Listed records START

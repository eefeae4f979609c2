// Checks the types of every room with the libraries that room is allowed to see.
import { spawnSync } from 'node:child_process';
import { existsSync } from 'node:fs';

const rooms = ['tsconfig.json', 'workers', 'workers/entry', 'src', 'src/pure.tsconfig.json', 'test', 'e2e'];
let failed = 0;
for (const room of rooms.filter((path) => existsSync(path))) {
  const { status } = spawnSync(process.execPath, ['node_modules/typescript/bin/tsc', '-p', room], { stdio: 'inherit' });
  if (status !== 0) {
    console.error(`types: ${room} does not compile`);
    failed += 1;
  }
}
process.exit(failed === 0 ? 0 : 1);
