// npm test: installs what is missing, then format, types, lint, unit and reference tests, and the end-to-end tests on
// the built page. Ends with one line: N passed, N failed.
import { spawnSync } from 'node:child_process';
import { existsSync, mkdirSync, readFileSync, rmSync } from 'node:fs';
import { findChromium, installPackages } from './install.mjs';

installPackages();
const chromium = await findChromium();
const out = '.out';
rmSync(out, { recursive: true, force: true });
mkdirSync(out);

const total = { passed: 0, failed: 0, skipped: 0 };
const bin = (path) => `node_modules/${path}`;

function run(title, args, env = {}) {
  console.log(`\n— ${title}`);
  const started = Date.now();
  const { status } = spawnSync(process.execPath, args, { stdio: 'inherit', env: { ...process.env, ...env } });
  console.log(`  ${title}: ${status === 0 ? 'ok' : 'failed'} in ${((Date.now() - started) / 1000).toFixed(1)} s`);
  return status === 0;
}

/** A check that is one yes or no. */
function check(title, args) {
  if (run(title, args)) total.passed += 1;
  else total.failed += 1;
}

/** A runner that writes its own counts; no counts at all is a failure. */
function suite(title, args, report, count, env) {
  const ok = run(title, args, env);
  if (!existsSync(report)) {
    total.failed += 1;
    return;
  }
  const { passed, failed, skipped } = count(JSON.parse(readFileSync(report, 'utf8')));
  total.passed += passed;
  total.failed += failed + (!ok && failed === 0 ? 1 : 0) + (passed === 0 ? 1 : 0);
  total.skipped += skipped;
}

check('Format', [bin('prettier/bin/prettier.cjs'), '--check', '--log-level', 'warn', '.']);
check('Types', ['.tools/types.mjs']);
check('Lint', [bin('eslint/bin/eslint.js'), '--config', '.config/eslint.config.js', '.']);
suite(
  'Unit and reference tests',
  [bin('vitest/vitest.mjs'), 'run', '--reporter=default', '--reporter=json', `--outputFile.json=${out}/unit.json`],
  `${out}/unit.json`,
  (r) => ({
    passed: r.numPassedTests,
    failed: r.numFailedTests + r.numFailedTestSuites * (r.numFailedTests === 0),
    skipped: r.numPendingTests + r.numTodoTests,
  }),
);
check('Build', [bin('vite/bin/vite.js'), 'build', '--logLevel', 'warn']);
suite(
  'End-to-end tests on the built page',
  [bin('@playwright/test/cli.js'), 'test', '--config', 'e2e/playwright.config.ts'],
  `${out}/e2e.json`,
  (r) => ({ passed: r.stats.expected + r.stats.flaky, failed: r.stats.unexpected, skipped: r.stats.skipped }),
  { CHROMIUM_PATH: chromium },
);

if (process.env.CI && total.skipped > 0) {
  console.log(`\n${total.skipped} tests were skipped; on CI that counts as failed.`);
  total.failed += total.skipped;
  total.skipped = 0;
}
console.log(`\n${total.passed} passed, ${total.failed} failed${total.skipped > 0 ? `, ${total.skipped} skipped` : ''}`);
process.exit(total.failed === 0 ? 0 : 1);
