import { readFile } from 'node:fs/promises';
import { getDocument, OPS } from 'pdfjs-dist/legacy/build/pdf.mjs';

export interface DossierContent {
  /** Text of each page. */
  pages: string[];
  /** Drawn paths over all pages. */
  paths: number;
  /** Bitmap images over all pages. */
  images: number;
}

/** Reads a PDF back: its selectable text page by page, and how much of it is vector drawing. */
export async function readDossier(path: string): Promise<DossierContent> {
  const document = await getDocument({ data: new Uint8Array(await readFile(path)), verbosity: 0 }).promise;
  const content: DossierContent = { pages: [], paths: 0, images: 0 };
  for (let number = 1; number <= document.numPages; number += 1) {
    const page = await document.getPage(number);
    const text = await page.getTextContent();
    content.pages.push(text.items.map((item) => ('str' in item ? item.str : '')).join(' '));
    const operators = await page.getOperatorList();
    for (const operator of operators.fnArray) {
      if (operator === OPS.constructPath) content.paths += 1;
      if (operator === OPS.paintImageXObject || operator === OPS.paintInlineImageXObject) content.images += 1;
    }
  }
  return content;
}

Listed records END

All the entries are to be reproduced verbatim.

repository eefeae4f979609c2
// Checks the types of every room with the libraries that room is allowed to see.
import { spawnSync } from 'node:child_process';
import { existsSync } from 'node:fs';

const rooms = ['tsconfig.json', 'workers', 'workers/entry', 'src', 'src/pure.tsconfig.json', 'test', 'e2e'];
let failed = 0;
for (const room of rooms.filter((path) => existsSync(path))) {
  const { status } = spawnSync(process.execPath, ['node_modules/typescript/bin/tsc', '-p', room], { stdio: 'inherit' });
  if (status !== 0) {
    console.error(`types: ${room} does not compile`);
    failed += 1;
  }
}
process.exit(failed === 0 ? 0 : 1);
// npm test: installs what is missing, then format, types, lint, unit and reference tests, and the end-to-end tests on
// the built page. Ends with one line: N passed, N failed.
import { spawnSync } from 'node:child_process';
import { existsSync, mkdirSync, readFileSync, rmSync } from 'node:fs';
import { findChromium, installPackages } from './install.mjs';

installPackages();
const chromium = await findChromium();
const out = '.out';
rmSync(out, { recursive: true, force: true });
mkdirSync(out);

const total = { passed: 0, failed: 0, skipped: 0 };
const bin = (path) => `node_modules/${path}`;

function run(title, args, env = {}) {
  console.log(`\n— ${title}`);
  const started = Date.now();
  const { status } = spawnSync(process.execPath, args, { stdio: 'inherit', env: { ...process.env, ...env } });
  console.log(`  ${title}: ${status === 0 ? 'ok' : 'failed'} in ${((Date.now() - started) / 1000).toFixed(1)} s`);
  return status === 0;
}

/** A check that is one yes or no. */
function check(title, args) {
  if (run(title, args)) total.passed += 1;
  else total.failed += 1;
}

/** A runner that writes its own counts; no counts at all is a failure. */
function suite(title, args, report, count, env) {
  const ok = run(title, args, env);
  if (!existsSync(report)) {
    total.failed += 1;
    return;
  }
  const { passed, failed, skipped } = count(JSON.parse(readFileSync(report, 'utf8')));
  total.passed += passed;
  total.failed += failed + (!ok && failed === 0 ? 1 : 0) + (passed === 0 ? 1 : 0);
  total.skipped += skipped;
}

check('Format', [bin('prettier/bin/prettier.cjs'), '--check', '--log-level', 'warn', '.']);
check('Types', ['.tools/types.mjs']);
check('Lint', [bin('eslint/bin/eslint.js'), '--config', '.config/eslint.config.js', '.']);
suite(
  'Unit and reference tests',
  [bin('vitest/vitest.mjs'), 'run', '--reporter=default', '--reporter=json', `--outputFile.json=${out}/unit.json`],
  `${out}/unit.json`,
  (r) => ({
    passed: r.numPassedTests,
    failed: r.numFailedTests + r.numFailedTestSuites * (r.numFailedTests === 0),
    skipped: r.numPendingTests + r.numTodoTests,
  }),
);
check('Build', [bin('vite/bin/vite.js'), 'build', '--logLevel', 'warn']);
suite(
  'End-to-end tests on the built page',
  [bin('@playwright/test/cli.js'), 'test', '--config', 'e2e/playwright.config.ts'],
  `${out}/e2e.json`,
  (r) => ({ passed: r.stats.expected + r.stats.flaky, failed: r.stats.unexpected, skipped: r.stats.skipped }),
  { CHROMIUM_PATH: chromium },
);

if (process.env.CI && total.skipped > 0) {
  console.log(`\n${total.skipped} tests were skipped; on CI that counts as failed.`);
  total.failed += total.skipped;
  total.skipped = 0;
}
console.log(`\n${total.passed} passed, ${total.failed} failed${total.skipped > 0 ? `, ${total.skipped} skipped` : ''}`);
process.exit(total.failed === 0 ? 0 : 1);
import { readFile } from 'node:fs/promises';
import { getDocument, OPS } from 'pdfjs-dist/legacy/build/pdf.mjs';

export interface DossierContent {
  /** Text of each page. */
  pages: string[];
  /** Drawn paths over all pages. */
  paths: number;
  /** Bitmap images over all pages. */
  images: number;
}

/** Reads a PDF back: its selectable text page by page, and how much of it is vector drawing. */
export async function readDossier(path: string): Promise<DossierContent> {
  const document = await getDocument({ data: new Uint8Array(await readFile(path)), verbosity: 0 }).promise;
  const content: DossierContent = { pages: [], paths: 0, images: 0 };
  for (let number = 1; number <= document.numPages; number += 1) {
    const page = await document.getPage(number);
    const text = await page.getTextContent();
    content.pages.push(text.items.map((item) => ('str' in item ? item.str : '')).join(' '));
    const operators = await page.getOperatorList();
    for (const operator of operators.fnArray) {
      if (operator === OPS.constructPath) content.paths += 1;
      if (operator === OPS.paintImageXObject || operator === OPS.paintInlineImageXObject) content.images += 1;
    }
  }
  return content;
}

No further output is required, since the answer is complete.